(Stored data entries)
=== Begin Enclosure ===

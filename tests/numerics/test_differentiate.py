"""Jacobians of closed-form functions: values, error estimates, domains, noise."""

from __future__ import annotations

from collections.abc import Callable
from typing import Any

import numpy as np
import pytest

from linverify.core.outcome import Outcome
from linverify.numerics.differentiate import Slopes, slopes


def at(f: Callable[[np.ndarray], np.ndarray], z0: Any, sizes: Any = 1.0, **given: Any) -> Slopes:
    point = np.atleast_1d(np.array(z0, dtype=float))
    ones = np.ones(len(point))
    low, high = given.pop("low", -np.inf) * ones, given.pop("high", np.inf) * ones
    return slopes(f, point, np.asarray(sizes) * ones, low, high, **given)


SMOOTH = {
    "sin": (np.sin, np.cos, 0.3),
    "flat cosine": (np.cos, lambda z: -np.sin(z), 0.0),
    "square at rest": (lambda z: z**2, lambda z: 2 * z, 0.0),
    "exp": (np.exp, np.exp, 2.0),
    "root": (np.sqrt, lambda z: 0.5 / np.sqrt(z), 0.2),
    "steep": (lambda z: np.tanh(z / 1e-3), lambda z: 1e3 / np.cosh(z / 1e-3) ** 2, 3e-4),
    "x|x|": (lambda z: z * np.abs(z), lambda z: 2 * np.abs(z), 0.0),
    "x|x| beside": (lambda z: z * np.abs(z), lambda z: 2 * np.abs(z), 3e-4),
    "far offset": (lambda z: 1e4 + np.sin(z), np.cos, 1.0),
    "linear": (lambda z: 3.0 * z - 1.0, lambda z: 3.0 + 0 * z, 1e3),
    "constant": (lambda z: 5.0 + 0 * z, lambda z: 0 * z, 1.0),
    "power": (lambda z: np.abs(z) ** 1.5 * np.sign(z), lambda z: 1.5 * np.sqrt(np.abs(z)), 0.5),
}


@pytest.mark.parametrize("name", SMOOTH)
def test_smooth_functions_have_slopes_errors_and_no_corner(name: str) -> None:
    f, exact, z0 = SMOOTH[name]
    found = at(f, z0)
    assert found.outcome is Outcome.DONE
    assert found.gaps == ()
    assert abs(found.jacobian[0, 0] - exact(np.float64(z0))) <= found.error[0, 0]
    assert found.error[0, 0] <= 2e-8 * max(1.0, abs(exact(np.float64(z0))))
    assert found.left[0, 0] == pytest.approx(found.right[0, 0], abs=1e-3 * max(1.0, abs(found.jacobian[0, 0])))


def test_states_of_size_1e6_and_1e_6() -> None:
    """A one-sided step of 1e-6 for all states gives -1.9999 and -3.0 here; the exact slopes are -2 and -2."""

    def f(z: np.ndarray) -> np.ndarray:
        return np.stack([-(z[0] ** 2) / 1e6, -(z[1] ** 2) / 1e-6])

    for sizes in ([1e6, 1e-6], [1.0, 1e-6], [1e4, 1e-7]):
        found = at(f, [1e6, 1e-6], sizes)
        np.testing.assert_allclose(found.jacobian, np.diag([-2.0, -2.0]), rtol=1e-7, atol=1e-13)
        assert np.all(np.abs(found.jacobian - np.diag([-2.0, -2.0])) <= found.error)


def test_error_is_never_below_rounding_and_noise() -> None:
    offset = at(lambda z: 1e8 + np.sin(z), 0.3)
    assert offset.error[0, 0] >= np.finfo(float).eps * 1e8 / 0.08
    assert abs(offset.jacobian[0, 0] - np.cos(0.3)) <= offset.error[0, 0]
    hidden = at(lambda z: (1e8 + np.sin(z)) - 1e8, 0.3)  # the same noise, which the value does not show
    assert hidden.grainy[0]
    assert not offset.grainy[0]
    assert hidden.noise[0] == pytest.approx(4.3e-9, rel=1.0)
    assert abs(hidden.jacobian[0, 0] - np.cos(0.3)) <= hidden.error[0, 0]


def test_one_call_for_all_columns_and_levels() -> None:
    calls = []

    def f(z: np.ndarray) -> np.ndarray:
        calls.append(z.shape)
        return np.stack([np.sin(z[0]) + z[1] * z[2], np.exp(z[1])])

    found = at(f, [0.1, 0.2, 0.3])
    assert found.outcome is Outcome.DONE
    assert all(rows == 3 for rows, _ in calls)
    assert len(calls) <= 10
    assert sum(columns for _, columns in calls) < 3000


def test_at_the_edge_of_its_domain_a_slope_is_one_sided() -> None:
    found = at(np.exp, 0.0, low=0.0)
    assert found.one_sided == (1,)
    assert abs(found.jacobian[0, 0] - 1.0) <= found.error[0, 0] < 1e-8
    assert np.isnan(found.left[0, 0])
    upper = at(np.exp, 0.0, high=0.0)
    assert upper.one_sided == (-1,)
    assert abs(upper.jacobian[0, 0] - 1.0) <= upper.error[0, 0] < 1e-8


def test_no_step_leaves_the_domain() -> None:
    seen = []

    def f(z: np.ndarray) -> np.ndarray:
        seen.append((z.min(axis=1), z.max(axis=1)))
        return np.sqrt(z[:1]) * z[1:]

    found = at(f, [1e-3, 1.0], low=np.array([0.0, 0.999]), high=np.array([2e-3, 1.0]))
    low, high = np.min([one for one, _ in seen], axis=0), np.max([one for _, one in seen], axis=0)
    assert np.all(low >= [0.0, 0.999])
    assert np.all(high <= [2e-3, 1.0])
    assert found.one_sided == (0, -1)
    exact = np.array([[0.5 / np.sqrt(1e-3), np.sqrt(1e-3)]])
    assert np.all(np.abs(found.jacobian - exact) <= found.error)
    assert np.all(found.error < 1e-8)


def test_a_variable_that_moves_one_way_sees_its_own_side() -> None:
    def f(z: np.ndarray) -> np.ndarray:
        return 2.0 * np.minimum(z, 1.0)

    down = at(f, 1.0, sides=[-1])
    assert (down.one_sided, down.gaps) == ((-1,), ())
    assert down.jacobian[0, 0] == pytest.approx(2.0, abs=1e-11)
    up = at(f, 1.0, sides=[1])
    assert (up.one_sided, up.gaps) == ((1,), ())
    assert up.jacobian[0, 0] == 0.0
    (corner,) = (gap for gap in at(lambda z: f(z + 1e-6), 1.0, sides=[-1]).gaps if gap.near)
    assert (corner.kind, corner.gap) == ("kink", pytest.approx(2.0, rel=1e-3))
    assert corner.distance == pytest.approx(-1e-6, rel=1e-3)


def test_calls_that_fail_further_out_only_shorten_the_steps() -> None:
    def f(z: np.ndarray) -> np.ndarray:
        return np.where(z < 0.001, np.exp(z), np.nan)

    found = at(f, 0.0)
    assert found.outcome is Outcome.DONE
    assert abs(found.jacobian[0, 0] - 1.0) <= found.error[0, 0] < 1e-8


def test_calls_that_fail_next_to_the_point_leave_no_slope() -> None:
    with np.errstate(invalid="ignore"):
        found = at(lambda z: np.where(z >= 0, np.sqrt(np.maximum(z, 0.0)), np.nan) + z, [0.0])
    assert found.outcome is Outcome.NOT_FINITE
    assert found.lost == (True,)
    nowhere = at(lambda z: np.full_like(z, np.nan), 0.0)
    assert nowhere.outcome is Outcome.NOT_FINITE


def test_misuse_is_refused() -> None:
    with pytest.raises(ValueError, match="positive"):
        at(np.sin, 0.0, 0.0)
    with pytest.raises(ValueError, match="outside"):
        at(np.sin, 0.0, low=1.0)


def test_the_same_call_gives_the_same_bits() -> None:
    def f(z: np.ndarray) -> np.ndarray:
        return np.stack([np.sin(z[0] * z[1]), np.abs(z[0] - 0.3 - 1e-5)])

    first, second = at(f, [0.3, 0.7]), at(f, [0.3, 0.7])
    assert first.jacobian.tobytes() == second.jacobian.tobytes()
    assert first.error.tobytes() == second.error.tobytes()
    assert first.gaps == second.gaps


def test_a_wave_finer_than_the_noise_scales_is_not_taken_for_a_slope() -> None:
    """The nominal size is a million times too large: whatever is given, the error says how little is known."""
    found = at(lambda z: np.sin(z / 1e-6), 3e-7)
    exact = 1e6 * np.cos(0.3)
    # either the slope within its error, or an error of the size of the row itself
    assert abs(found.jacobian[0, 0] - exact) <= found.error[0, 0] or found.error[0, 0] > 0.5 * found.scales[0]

=== End Enclosure ===
=== Begin Enclosure ===

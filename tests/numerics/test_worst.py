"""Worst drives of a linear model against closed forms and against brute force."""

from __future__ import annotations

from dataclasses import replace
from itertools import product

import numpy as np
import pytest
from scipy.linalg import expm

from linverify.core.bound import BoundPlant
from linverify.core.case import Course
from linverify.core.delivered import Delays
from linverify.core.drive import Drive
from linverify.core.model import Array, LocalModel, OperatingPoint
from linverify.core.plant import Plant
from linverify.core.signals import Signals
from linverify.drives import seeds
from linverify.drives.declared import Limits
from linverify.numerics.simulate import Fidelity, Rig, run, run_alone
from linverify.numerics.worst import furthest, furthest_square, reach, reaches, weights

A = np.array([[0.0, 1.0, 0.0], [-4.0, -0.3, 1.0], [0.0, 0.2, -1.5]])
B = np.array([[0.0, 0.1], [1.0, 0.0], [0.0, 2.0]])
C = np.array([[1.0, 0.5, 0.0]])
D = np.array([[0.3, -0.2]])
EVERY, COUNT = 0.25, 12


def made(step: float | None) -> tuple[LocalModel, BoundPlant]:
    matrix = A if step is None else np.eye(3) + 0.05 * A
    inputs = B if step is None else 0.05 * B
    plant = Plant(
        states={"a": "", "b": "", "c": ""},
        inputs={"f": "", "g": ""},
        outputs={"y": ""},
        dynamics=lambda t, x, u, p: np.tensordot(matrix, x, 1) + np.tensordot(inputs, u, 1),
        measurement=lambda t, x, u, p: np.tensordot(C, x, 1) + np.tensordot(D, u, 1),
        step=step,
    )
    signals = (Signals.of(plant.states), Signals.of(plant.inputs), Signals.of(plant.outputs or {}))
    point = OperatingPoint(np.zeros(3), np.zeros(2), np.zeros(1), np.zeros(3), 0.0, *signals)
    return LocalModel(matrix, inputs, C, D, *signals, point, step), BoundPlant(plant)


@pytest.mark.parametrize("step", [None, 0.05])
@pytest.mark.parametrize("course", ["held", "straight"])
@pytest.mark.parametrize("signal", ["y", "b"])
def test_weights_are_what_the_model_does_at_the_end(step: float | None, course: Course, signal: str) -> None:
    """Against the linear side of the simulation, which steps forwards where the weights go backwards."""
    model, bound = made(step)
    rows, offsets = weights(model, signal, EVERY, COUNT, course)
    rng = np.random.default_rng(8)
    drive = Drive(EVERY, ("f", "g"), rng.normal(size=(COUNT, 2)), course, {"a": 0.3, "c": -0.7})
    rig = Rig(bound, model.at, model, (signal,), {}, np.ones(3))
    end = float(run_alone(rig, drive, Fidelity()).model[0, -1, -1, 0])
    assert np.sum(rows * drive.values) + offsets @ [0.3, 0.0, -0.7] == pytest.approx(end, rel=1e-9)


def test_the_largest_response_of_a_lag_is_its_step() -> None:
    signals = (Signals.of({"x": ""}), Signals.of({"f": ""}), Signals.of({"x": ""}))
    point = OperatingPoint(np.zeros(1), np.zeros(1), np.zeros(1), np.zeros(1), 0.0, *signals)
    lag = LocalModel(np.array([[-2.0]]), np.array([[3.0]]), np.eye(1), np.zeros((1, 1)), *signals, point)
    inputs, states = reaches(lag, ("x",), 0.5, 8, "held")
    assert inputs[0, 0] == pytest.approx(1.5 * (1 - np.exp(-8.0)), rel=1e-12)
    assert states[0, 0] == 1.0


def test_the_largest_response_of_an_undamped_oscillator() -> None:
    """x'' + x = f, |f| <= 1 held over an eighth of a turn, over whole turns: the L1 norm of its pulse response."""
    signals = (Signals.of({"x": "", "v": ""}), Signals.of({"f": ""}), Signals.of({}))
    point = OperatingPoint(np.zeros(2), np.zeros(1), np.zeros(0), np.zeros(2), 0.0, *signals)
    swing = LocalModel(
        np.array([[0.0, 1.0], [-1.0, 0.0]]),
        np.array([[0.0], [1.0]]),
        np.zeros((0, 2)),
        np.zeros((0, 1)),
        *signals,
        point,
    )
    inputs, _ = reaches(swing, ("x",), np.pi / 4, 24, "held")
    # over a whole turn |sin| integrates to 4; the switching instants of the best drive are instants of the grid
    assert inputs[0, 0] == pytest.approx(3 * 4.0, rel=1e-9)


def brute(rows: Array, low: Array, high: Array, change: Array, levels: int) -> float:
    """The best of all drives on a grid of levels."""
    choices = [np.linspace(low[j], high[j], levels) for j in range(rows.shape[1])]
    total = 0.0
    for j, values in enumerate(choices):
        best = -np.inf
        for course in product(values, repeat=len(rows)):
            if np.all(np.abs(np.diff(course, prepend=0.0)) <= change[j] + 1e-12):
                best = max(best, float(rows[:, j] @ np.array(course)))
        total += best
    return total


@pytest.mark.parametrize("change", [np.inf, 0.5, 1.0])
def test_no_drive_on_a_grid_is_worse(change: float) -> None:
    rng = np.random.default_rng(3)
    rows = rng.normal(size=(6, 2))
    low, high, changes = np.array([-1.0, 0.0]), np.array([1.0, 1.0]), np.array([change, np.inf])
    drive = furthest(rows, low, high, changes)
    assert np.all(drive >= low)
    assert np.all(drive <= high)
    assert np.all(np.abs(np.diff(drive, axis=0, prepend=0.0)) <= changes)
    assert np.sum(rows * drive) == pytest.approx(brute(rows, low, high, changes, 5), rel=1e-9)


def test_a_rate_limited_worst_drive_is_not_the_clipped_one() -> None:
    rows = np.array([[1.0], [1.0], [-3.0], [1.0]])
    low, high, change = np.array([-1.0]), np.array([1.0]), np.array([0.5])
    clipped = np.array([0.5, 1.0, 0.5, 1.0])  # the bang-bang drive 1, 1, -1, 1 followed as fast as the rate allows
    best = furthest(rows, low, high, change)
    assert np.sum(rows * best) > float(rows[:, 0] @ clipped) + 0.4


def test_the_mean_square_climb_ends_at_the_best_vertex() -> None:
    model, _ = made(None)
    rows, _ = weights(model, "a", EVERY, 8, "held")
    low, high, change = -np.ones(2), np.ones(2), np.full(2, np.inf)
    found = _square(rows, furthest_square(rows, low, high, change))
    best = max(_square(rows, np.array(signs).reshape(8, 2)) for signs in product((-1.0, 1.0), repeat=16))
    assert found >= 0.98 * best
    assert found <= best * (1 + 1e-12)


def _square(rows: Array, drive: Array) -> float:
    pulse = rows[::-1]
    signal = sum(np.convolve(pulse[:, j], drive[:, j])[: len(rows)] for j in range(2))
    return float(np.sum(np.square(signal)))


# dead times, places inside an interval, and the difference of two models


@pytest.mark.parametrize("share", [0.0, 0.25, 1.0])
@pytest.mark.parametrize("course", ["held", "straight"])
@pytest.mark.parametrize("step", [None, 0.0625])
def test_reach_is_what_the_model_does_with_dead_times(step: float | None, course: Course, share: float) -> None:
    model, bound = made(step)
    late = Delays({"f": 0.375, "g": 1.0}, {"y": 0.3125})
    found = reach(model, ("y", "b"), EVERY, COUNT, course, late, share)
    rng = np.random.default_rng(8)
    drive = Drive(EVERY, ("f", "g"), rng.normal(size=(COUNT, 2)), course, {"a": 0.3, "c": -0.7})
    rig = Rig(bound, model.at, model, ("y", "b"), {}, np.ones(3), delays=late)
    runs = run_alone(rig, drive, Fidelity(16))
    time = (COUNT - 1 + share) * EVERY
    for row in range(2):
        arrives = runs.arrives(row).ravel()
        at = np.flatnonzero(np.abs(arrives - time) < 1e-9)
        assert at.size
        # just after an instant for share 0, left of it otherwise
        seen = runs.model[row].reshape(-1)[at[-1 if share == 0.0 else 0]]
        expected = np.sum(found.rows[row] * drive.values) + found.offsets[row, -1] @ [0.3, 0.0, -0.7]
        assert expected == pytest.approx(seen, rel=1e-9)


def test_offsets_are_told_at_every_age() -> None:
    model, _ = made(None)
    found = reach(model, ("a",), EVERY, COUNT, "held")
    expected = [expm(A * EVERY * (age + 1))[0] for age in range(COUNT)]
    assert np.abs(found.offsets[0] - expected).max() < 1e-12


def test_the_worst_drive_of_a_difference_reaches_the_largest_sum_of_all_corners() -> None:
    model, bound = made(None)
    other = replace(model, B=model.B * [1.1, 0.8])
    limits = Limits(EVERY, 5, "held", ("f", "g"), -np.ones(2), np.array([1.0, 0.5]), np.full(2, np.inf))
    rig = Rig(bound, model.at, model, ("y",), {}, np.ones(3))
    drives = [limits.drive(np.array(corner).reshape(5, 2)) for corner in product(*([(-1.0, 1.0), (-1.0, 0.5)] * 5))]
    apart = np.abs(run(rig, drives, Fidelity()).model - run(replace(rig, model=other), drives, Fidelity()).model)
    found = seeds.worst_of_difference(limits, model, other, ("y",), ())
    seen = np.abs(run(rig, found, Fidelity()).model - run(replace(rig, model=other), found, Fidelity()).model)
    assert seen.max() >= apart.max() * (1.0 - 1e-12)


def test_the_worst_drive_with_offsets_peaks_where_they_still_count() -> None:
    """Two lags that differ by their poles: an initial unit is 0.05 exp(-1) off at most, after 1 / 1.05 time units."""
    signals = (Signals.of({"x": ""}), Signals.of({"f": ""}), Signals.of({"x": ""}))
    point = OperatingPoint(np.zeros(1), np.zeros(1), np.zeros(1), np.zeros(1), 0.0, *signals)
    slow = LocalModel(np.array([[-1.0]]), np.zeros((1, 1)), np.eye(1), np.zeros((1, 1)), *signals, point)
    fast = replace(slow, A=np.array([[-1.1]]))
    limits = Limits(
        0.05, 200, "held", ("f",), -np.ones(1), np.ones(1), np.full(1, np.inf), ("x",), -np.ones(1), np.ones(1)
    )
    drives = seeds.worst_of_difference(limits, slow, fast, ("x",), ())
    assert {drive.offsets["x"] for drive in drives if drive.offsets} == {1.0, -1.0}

=== End Enclosure ===
=== Begin Enclosure ===

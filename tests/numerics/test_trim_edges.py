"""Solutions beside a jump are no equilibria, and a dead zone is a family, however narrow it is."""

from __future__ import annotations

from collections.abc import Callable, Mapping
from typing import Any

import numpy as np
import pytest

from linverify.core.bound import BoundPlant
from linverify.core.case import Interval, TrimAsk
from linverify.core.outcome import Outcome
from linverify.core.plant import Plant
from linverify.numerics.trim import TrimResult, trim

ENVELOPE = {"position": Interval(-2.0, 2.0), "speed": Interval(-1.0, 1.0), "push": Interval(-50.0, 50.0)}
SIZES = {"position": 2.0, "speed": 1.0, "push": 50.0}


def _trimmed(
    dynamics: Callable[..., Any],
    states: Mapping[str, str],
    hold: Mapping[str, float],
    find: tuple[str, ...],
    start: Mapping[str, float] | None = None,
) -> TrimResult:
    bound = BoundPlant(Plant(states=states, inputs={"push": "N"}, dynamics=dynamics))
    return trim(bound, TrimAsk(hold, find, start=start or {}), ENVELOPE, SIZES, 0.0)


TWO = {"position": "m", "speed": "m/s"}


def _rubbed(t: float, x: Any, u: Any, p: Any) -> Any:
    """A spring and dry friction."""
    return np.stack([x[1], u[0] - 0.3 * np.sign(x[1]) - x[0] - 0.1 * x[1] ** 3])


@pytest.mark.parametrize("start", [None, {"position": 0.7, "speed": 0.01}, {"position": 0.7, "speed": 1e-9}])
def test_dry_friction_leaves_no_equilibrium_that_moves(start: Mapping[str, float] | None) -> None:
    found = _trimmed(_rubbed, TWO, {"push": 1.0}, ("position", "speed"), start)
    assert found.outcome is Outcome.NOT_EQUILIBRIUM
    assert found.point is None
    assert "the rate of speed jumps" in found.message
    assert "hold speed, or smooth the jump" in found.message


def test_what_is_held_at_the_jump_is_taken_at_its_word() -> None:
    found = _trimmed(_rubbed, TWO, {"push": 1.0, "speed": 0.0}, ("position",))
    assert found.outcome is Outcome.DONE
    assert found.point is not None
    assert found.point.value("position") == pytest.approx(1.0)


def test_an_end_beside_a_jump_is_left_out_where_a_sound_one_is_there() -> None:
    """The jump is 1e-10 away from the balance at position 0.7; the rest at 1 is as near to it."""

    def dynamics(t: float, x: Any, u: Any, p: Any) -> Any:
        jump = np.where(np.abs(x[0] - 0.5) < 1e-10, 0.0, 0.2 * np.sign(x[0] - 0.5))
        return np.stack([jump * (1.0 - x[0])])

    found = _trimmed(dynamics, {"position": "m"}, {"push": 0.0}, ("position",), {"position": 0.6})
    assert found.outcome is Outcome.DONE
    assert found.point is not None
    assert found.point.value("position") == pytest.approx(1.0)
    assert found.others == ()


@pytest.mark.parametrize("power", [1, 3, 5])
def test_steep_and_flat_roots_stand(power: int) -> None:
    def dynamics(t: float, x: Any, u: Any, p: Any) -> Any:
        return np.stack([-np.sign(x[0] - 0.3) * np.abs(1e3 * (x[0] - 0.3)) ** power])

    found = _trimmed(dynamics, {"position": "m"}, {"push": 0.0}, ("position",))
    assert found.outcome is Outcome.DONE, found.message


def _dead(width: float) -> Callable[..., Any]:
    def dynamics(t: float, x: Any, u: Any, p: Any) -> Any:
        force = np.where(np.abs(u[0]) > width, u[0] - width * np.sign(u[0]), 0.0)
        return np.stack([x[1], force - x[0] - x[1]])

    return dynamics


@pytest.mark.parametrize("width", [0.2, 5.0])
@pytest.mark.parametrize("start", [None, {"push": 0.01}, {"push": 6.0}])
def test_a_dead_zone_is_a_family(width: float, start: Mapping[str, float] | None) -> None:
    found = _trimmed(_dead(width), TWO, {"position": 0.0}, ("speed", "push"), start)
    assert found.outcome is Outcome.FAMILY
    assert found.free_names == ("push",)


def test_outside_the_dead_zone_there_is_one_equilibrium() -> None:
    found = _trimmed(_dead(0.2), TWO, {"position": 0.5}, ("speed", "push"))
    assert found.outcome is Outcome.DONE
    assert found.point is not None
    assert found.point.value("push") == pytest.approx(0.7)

=== End Enclosure ===

▸ What is needed
The answer is the lines above between the line holding "filename tests/numerics/test_differentiate.py" and the line holding "(lambda z: 5.0", inclusive, each written out exactly, and no others.

▸ Task solution
filename tests/numerics/test_differentiate.py
"""Jacobians of closed-form functions: values, error estimates, domains, noise."""

from __future__ import annotations

from collections.abc import Callable
from typing import Any

import numpy as np
import pytest

from linverify.core.outcome import Outcome
from linverify.numerics.differentiate import Slopes, slopes


def at(f: Callable[[np.ndarray], np.ndarray], z0: Any, sizes: Any = 1.0, **given: Any) -> Slopes:
    point = np.atleast_1d(np.array(z0, dtype=float))
    ones = np.ones(len(point))
    low, high = given.pop("low", -np.inf) * ones, given.pop("high", np.inf) * ones
    return slopes(f, point, np.asarray(sizes) * ones, low, high, **given)


SMOOTH = {
    "sin": (np.sin, np.cos, 0.3),
    "flat cosine": (np.cos, lambda z: -np.sin(z), 0.0),
    "square at rest": (lambda z: z**2, lambda z: 2 * z, 0.0),
    "exp": (np.exp, np.exp, 2.0),
    "root": (np.sqrt, lambda z: 0.5 / np.sqrt(z), 0.2),
    "steep": (lambda z: np.tanh(z / 1e-3), lambda z: 1e3 / np.cosh(z / 1e-3) ** 2, 3e-4),
    "x|x|": (lambda z: z * np.abs(z), lambda z: 2 * np.abs(z), 0.0),
    "x|x| beside": (lambda z: z * np.abs(z), lambda z: 2 * np.abs(z), 3e-4),
    "far offset": (lambda z: 1e4 + np.sin(z), np.cos, 1.0),
    "linear": (lambda z: 3.0 * z - 1.0, lambda z: 3.0 + 0 * z, 1e3),
    "constant": (lambda z: 5.0 + 0 * z, lambda z: 0 * z, 1.0),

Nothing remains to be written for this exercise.